GIVEN RECORDS START

/// Resolves a material for a section's stock (the yield strength falls
/// with the governing thickness where the standard says so).
pub fn resolve(spec: &MaterialSpec, stock: Stock) -> Result<Material> {
    match spec {
        MaterialSpec::Grade { grade } => {
            let t = stock.thickness_mm;
            match find(grade) {
                Some(Found::Steel(g)) => Ok(Material::Steel(steel_at(g, t)?)),
                Some(Found::Hollow(hot, cold)) => match stock.product.hollow_make() {
                    Some(HollowMake::ColdFormed) => Ok(Material::Steel(steel_at(cold, t)?)),
                    // Make not given: cold-formed (the lower resistance, see
                    // `section::HollowMake`), whose EN 10219-1 table stops at a
                    // 40 mm wall; a thicker wall can only be hot-finished.
                    Some(HollowMake::Unstated) => Ok(Material::Steel(
                        steel_at(cold, t).or_else(|_| steel_at(hot, t))?,
                    )),
                    _ => Ok(Material::Steel(steel_at(hot, t)?)),
                },
                Some(Found::A500(round, shaped, unknown)) => {
                    let g = match stock.product {
                        Product::RoundHollow(_) => round,
                        Product::ShapedHollow(_) => shaped,
                        Product::Other => unknown,
                    };
                    Ok(Material::Steel(steel_at(g, t)?))
                }
                Some(Found::Timber(c)) => Ok(Material::Timber(Timber {
                    name: c.name,
                    standard: c.standard,
                    kind: c.kind,
                    fc0k_mpa: c.fc0k,
                    e005_mpa: c.e005,
                    e0mean_mpa: c.e0mean,
                    g_mean_mpa: c.gmean,
                })),
                None => Err(Error::UnknownGrade {
                    grade: grade.clone(),
                    suggestions: suggestions(grade),
                }),
            }
        }
        MaterialSpec::Custom {
            fy_mpa,
            e_mpa,
            g_mpa,
        } => {
            let e = positive("e_mpa", *e_mpa)?;
            Ok(Material::Steel(Steel {
                name: "custom",
                standard: crate::trace::sym!("custom"),
                fy_mpa: positive("fy_mpa", *fy_mpa)?,
                e_mpa: e,
                g_mpa: match g_mpa {
                    Some(g) => positive("g_mpa", *g)?,
                    None => e / 2.6,
                },
                thickness_mm: stock.thickness_mm.max(0.0),
                band_up_to_mm: f64::INFINITY,
            }))
        }
        MaterialSpec::Timber {
            fc0k_mpa,
            e005_mpa,
            e0mean_mpa,
            timber,
        } => {
            let e0mean = positive("e0mean_mpa", *e0mean_mpa)?;
            let e005 = positive("e005_mpa", *e005_mpa)?;
            if e005 > e0mean {
                return Err(Error::Geometry {
                    field: "e005_mpa",
                    reason: format!(
                        "the fifth-percentile modulus ({e005} MPa) cannot exceed the mean modulus \
                         e0mean_mpa ({e0mean} MPa)"
                    ),
                });
            }
            Ok(Material::Timber(Timber {
                name: "custom",
                standard: crate::trace::sym!("custom"),
                kind: *timber,
                fc0k_mpa: positive("fc0k_mpa", *fc0k_mpa)?,
                e005_mpa: e005,
                e0mean_mpa: e0mean,
                g_mean_mpa: e0mean / 16.0,
            }))
        }
    }
}
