const fr = report.first_render || {};
const sl = report.slow || {};
const ed = report.edit || {};
const eb = report.edit_beam_column || {};
const em = report.edit_beam_column_moment || {};
const me = report.model_edit || {};
const ms = report.model_edit_springs || {};
const th = report.thousand || { cli: thousandCli };
const sz = report.sizing || {};
const sd = report.start_demo || {};
const s10 = report.start_10k || {};
const lines = [
  "# Browser measurements",
  "",
  `Measured by \`cargo xtask bench-web\` on ${startedAt} (headless Chromium driven by playwright-core;`,
  "the app served from 127.0.0.1 by the xtask server). Every figure is this run's own, met or missed.",
  "",
  "## Machine",
  "",
  `- CPU: ${host.cpu}, ${host.logical_cpus} logical CPUs (shared with other work; load average at start ${host.load_average_at_start.join(", ")})`,
  `- memory: ${host.memory_gib} GiB`,
  `- system: ${host.os}`,
  `- browser: ${host.browser} (headless, --disable-gpu), node ${host.node}`,
  "",
  "## Results",
  "",
  "| measurement | result | target | verdict |",
  "| --- | --- | --- | --- |",
  `| first render, fresh profile (median of ${fr.cold_runs?.length ?? 0}) | ${fmt(fr.cold_median_ms)} ms | ≤ ${TARGETS.first_render_ms} ms | ${verdict(fr.cold_median_ms, TARGETS.first_render_ms)} |`,
  `| first render, reload (median of ${fr.warm_runs?.length ?? 0}) | ${fmt(fr.warm_median_ms)} ms | ≤ ${TARGETS.first_render_ms} ms | ${verdict(fr.warm_median_ms, TARGETS.first_render_ms)} |`,
  `| slow mobile connection, first visit: first render (fresh profile, median of ${sl.cold_runs?.length ?? 0}) | ${fmt(sl.cold_median_ms)} ms | ≤ ${TARGETS.slow_cold_ms} ms | ${verdict(sl.cold_median_ms, TARGETS.slow_cold_ms)} |`,
  `| slow mobile connection, later visit from the cache: first render (median of ${sl.cached_runs?.length ?? 0}) | ${fmt(sl.cached_median_ms)} ms | ≤ ${TARGETS.slow_cached_ms} ms | ${verdict(sl.cached_median_ms, TARGETS.slow_cached_ms)} |`,
  `| edit: recheck and redraw to next frame (median of ${ed.edits ?? 0}) | ${fmt(ed.frame_median_ms, 2)} ms (p90 ${fmt(ed.frame_p90_ms, 2)}) | ≤ ${TARGETS.edit_ms} ms | ${verdict(ed.frame_median_ms, TARGETS.edit_ms)} |`,
  `| edit: recheck until the result text changes (median) | ${fmt(ed.dom_median_ms, 2)} ms | ≤ ${TARGETS.edit_ms} ms | ${verdict(ed.dom_median_ms, TARGETS.edit_ms)} |`,
  `| edit of a beam-column: recheck and redraw of the interaction chart to next frame (median of ${eb.edits ?? 0}) | ${fmt(eb.frame_median_ms, 2)} ms (p90 ${fmt(eb.frame_p90_ms, 2)}) | ≤ ${TARGETS.edit_ms} ms | ${verdict(eb.frame_median_ms, TARGETS.edit_ms)} |`,
  `| edit of a beam-column: recheck until the result text changes (median) | ${fmt(eb.dom_median_ms, 2)} ms | ≤ ${TARGETS.edit_ms} ms | ${verdict(eb.dom_median_ms, TARGETS.edit_ms)} |`,
  `| edit of a beam-column's end moment (both curves worked afresh): to next frame (median of ${em.edits ?? 0}) | ${fmt(em.frame_median_ms, 2)} ms (p90 ${fmt(em.frame_p90_ms, 2)}) | ≤ ${TARGETS.edit_ms} ms | ${verdict(em.frame_median_ms, TARGETS.edit_ms)} |`,
  `| edit of a beam-column's end moment: recheck until the result text changes (median) | ${fmt(em.dom_median_ms, 2)} ms | ≤ ${TARGETS.edit_ms} ms | ${verdict(em.dom_median_ms, TARGETS.edit_ms)} |`,
  `| the same three edits: until the working and What if (built after the frame) are in (median) | ${fmt(ed.settled_median_ms, 1)} ms; beam-column ${fmt(eb.settled_median_ms, 1)} ms; end moment ${fmt(em.settled_median_ms, 1)} ms | (no target) | |`,
  `| edit of a column model (stepped, braced, load along the length: alpha_cr scales with length): to the redrawn buckled shapes' next frame (median of ${me.edits ?? 0}) | ${fmt(me.median_ms, 2)} ms (p90 ${fmt(me.p90_ms, 2)}) | ≤ ${TARGETS.model_ms} ms | ${verdict(me.median_ms, TARGETS.model_ms)} |`,
  `| edit of a column model with springs and loads at levels: to the redrawn buckled shapes' next frame (median of ${ms.edits ?? 0}) | ${fmt(ms.median_ms, 2)} ms (p90 ${fmt(ms.p90_ms, 2)}) | ≤ ${TARGETS.model_ms} ms | ${verdict(ms.median_ms, TARGETS.model_ms)} |`,
  `| the same two: edit until What if (worked after the frame) is in (median) | ${fmt(me.whatif_median_ms, 1)} ms; with springs ${fmt(ms.whatif_median_ms, 1)} ms | (no target) | |`,
  `| 1,000-member list: re-check of every member (engine, in the page; median of ${th.runs?.length ?? 0}) | ${fmt(th.recheck_median_ms, 2)} ms | ≤ ${TARGETS.thousand_ms} ms | ${verdict(th.recheck_median_ms, TARGETS.thousand_ms)} |`,
  `| 1,000-member list: module ready to first frame, rows in view built (median of ${th.runs?.length ?? 0}) | ${fmt(th.ready_to_frame_median_ms)} ms | ≤ ${TARGETS.thousand_ms} ms | ${verdict(th.ready_to_frame_median_ms, TARGETS.thousand_ms)} |`,
  `| lightest that works: 1,000 members against the 265 I/H sections (median of ${sz.runs?.length ?? 0}) | ${fmt(sz.median_ms)} ms | ≤ ${TARGETS.sizing_ms} ms | ${verdict(sz.median_ms, TARGETS.sizing_ms)} |`,
  `| 1,000-member list: inside start() (module ready to mounted, median) | ${fmt(th.ready_to_mounted_median_ms)} ms | (part of the above) | |`,
  `| the same window, demo workspace (fresh profile, nothing stored; median of ${sd.runs?.length ?? 0}) | ${fmt(sd.ready_to_frame_median_ms)} ms (start() ${fmt(sd.ready_to_mounted_median_ms)} ms) | (no target) | |`,
  `| the same window, 10,000 stored members (median of ${s10.runs?.length ?? 0}) | ${fmt(s10.ready_to_frame_median_ms)} ms (start() ${fmt(s10.ready_to_mounted_median_ms)} ms) | (no target) | |`,
  `| dist/ as a standard host sends it (gzip, zlib -9) | ${Number.isFinite(DIST_ZLIB) ? `${DIST_ZLIB} B (${fmt(DIST_ZLIB / 1024)} KB)` : "n/a"} | ≤ ${DIST_BUDGET} B (${fmt(DIST_BUDGET / 1024, 0)} KB) | ${verdict(DIST_ZLIB, DIST_BUDGET)} |`,
  "",
  "## How each is measured",
  "",
  "- First render: `performance.now()` when the first `[data-testid=member-row]` is laid out, taken at the",
  "  start of the next animation frame, from navigation start; a fresh browser profile each time (cold:",
  "  nothing cached, no service worker yet), and five reloads in one profile (warm: worker and cache in place).",
  "- Edit: a new design load is set in `input[name=axial_kn]` (input and change events, as typing gives);",
  "  the time until `[data-testid=result-utilisation]` shows a different text, and until the next",
  "  animation frame after that (the canvas redraw is in that frame). A headless frame clock ticks at",
  "  60 Hz, so the frame figure includes up to one frame of waiting for the clock. The beam-column rows: the",
  "  same on the demo's steel column C1 (EN 1993-1-1) given end moments about both axes (2 and -1 kNm major,",
  "  0.5 kNm minor), so each edit of its load re-checks it and redraws its interaction chart: the curves' lines do not",
  "  depend on the load and are kept (core's envelope::interaction memo), so only the member's point on each is worked.",
  "  The end-moment rows edit `m_major_a_knm` (2.2 and 1.8 kNm in turn) instead: the diagram's shape changes, so both",
  "  curves are worked afresh (per axis the top and 24 points, some three checks a point). The frame after an edit",
  "  carries the check, the verdict, the list's row, the chart and the moment diagram; the working (with the section",
  "  view) and What if are built in tasks after it, each marked aria-busy until it is in, so they are not in the frame",
  "  figures; the row after them is the time until both are in (neither `[data-testid=working-block]` nor",
  "  `[data-testid=whatif-block]` aria-busy; lib.mjs `editLoop`).",
  "- Column model: a stored list of two invented stepped columns (tests/browser/lib.mjs `modelColumns`), one",
  "  selected; its load along the length (#cm-distributed) set 30 times (an input event, as typing gives); the",
  "  time until the panel's canvas has been drawn again (its `data-drawn` counter) and the next animation frame",
  "  has started (lib.mjs `modelEditLoop`). What if is worked after that frame, so it is not in that figure;",
  "  the next row is the time until it is in (`[data-testid=whatif-block]` no longer aria-busy).",
  "- 1,000 members: a stored workspace of 1,000 invented members of five shapes and all steel and timber",
  "  methods; from the mark `strutline-wasm-ready` (the module is compiled, `start()` is about to run)",
  "  to the first animation frame after the rows in view are in the page, the list's scrolling box filled (the list",
  "  builds only the rows in view and a few beyond, listops::window; a MutationObserver notes the moment;",
  "  the time is read with performance.now() inside the next requestAnimationFrame callback). The second",
  "  row is the part spent inside the app's synchronous `start()` (load, parse, check and build the view).",
  "  The re-check row is the app's own `performance.now()` around its list re-check when all 1,000 members",
  "  are worked afresh (`window.strutlineRecheck`, set by the app after each re-check): the engine's part.",
  "  The same window is measured for the demo workspace (a fresh profile with nothing stored: the app's",
  "  fixed start, the first row's frame) and for 10,000 stored members (lib.mjs `thousandMembers(10000)`),",
  "  to tell the part that grows with the list from the part that does not.",
  "- Sizing: the same 1,000 members; the picker's shape set to I/H (every I and H section of the catalogue,",
  "  265 entries, as no single series has 300) and \"… for every member\" clicked three times in one page; the",
  "  app's own `performance.now()` around its sizing call (`window.strutlineSizing`), proposals built for all 1,000.",
  `  Rows in the page: ${th.rows_in_page ?? "n/a"}; status texts filled: ${th.runs?.[0]?.statuses_with_text ?? "n/a"};`,
  `  the command line checked ${th.cli?.results ?? "n/a"} of them${th.cli?.error ? ` (error: ${th.cli.error})` : ""}.`,
  "- Slow mobile connection: Chromium's own network emulation, set through the DevTools protocol",
  "  (`Network.emulateNetworkConditions` on a playwright-core CDP session of the page): 1.6 Mbit/s down,",
  "  150 ms added to each request's round trip, 750 kbit/s up. First visit: a fresh profile (nothing cached,",
  "  no service worker), navigation start to the first member row's next animation frame, as above. Later",
  "  visit: once the service worker is ready (it activates only after precaching every file), a new tab",
  "  opens the address again under the same emulation; every such visit must be controlled by the worker.",
  "  The run fails its own check unless the module's body took at least 90% of the time 1.6 Mbit/s allows.",
  `  Over the wire on the first visit: ${sl.first_visit_wire_bytes ?? "n/a"} B (the xtask server sends each file's zopfli \`.gz\`;`,
  `  a host gzipping at zlib -9 would send ${Number.isFinite(DIST_ZLIB) ? DIST_ZLIB : "n/a"} B for all of dist/); the module's body took ${fmt(sl.module_body_ms)} ms`,
  `  (at least ${fmt(sl.module_body_floor_ms)} ms at 1.6 Mbit/s).`,
  "  To reproduce: `cargo xtask bench-web` (this file and `bench/web.json`, whose `slow` entry holds every",
  "  run and the first visit's transfers); the connection is the `SLOW` constant of `tests/browser/bench.mjs`.",
  "- Notes taken by hand on the 1,000-member list's first frame (traces, font lookups, what was tried and",
  "  taken out) are in `bench/first-frame.md`, which this run does not rewrite.",
  "- dist/ as a standard host sends it: every file of `dist/` gzipped at zlib's best level (flate2 on zlib), or as it is",
  "  where that is not smaller (the PNG icons), summed by `cargo xtask dist`, which fails over the budget.",
  `  As \`cargo xtask serve\` sends it (each file's zopfli \`.gz\` where smaller): ${Number.isFinite(DIST_SENT) ? `${DIST_SENT} B` : "n/a"}.`,
  "",
];
for (const [k, v] of Object.entries(report.errors)) lines.push(`Not measured: ${k}: ${v}`, "");
writeFileSync(join(OUT_DIR, "web.json"), JSON.stringify(report, null, 2) + "\n");
writeFileSync(join(OUT_DIR, "web.md"), lines.join("\n"));
console.log(`wrote ${join(OUT_DIR, "web.md")}`);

GIVEN RECORDS END

▶ **THE PROBLEM**: Both end lines included, restate word for word the lines above from the line with "const s10 = report.start_10k" to the line with "mobile connection, first", and nothing else.

▶ **RESULT**:
const s10 = report.start_10k || {};
const lines = [
  "# Browser measurements",
  "",
  `Measured by \`cargo xtask bench-web\` on ${startedAt} (headless Chromium driven by playwright-core;`,
  "the app served from 127.0.0.1 by the xtask server). Every figure is this run's own, met or missed.",
  "",
  "## Machine",
  "",
  `- CPU: ${host.cpu}, ${host.logical_cpus} logical CPUs (shared with other work; load average at start ${host.load_average_at_start.join(", ")})`,
  `- memory: ${host.memory_gib} GiB`,
  `- system: ${host.os}`,
  `- browser: ${host.browser} (headless, --disable-gpu), node ${host.node}`,
  "",
  "## Results",
  "",
  "| measurement | result | target | verdict |",
  "| --- | --- | --- | --- |",
  `| first render, fresh profile (median of ${fr.cold_runs?.length ?? 0}) | ${fmt(fr.cold_median_ms)} ms | ≤ ${TARGETS.first_render_ms} ms | ${verdict(fr.cold_median_ms, TARGETS.first_render_ms)} |`,
  `| first render, reload (median of ${fr.warm_runs?.length ?? 0}) | ${fmt(fr.warm_median_ms)} ms | ≤ ${TARGETS.first_render_ms} ms | ${verdict(fr.warm_median_ms, TARGETS.first_render_ms)} |`,
  `| slow mobile connection, first visit: first render (fresh profile, median of ${sl.cold_runs?.length ?? 0}) | ${fmt(sl.cold_median_ms)} ms | ≤ ${TARGETS.slow_cold_ms} ms | ${verdict(sl.cold_median_ms, TARGETS.slow_cold_ms)} |`,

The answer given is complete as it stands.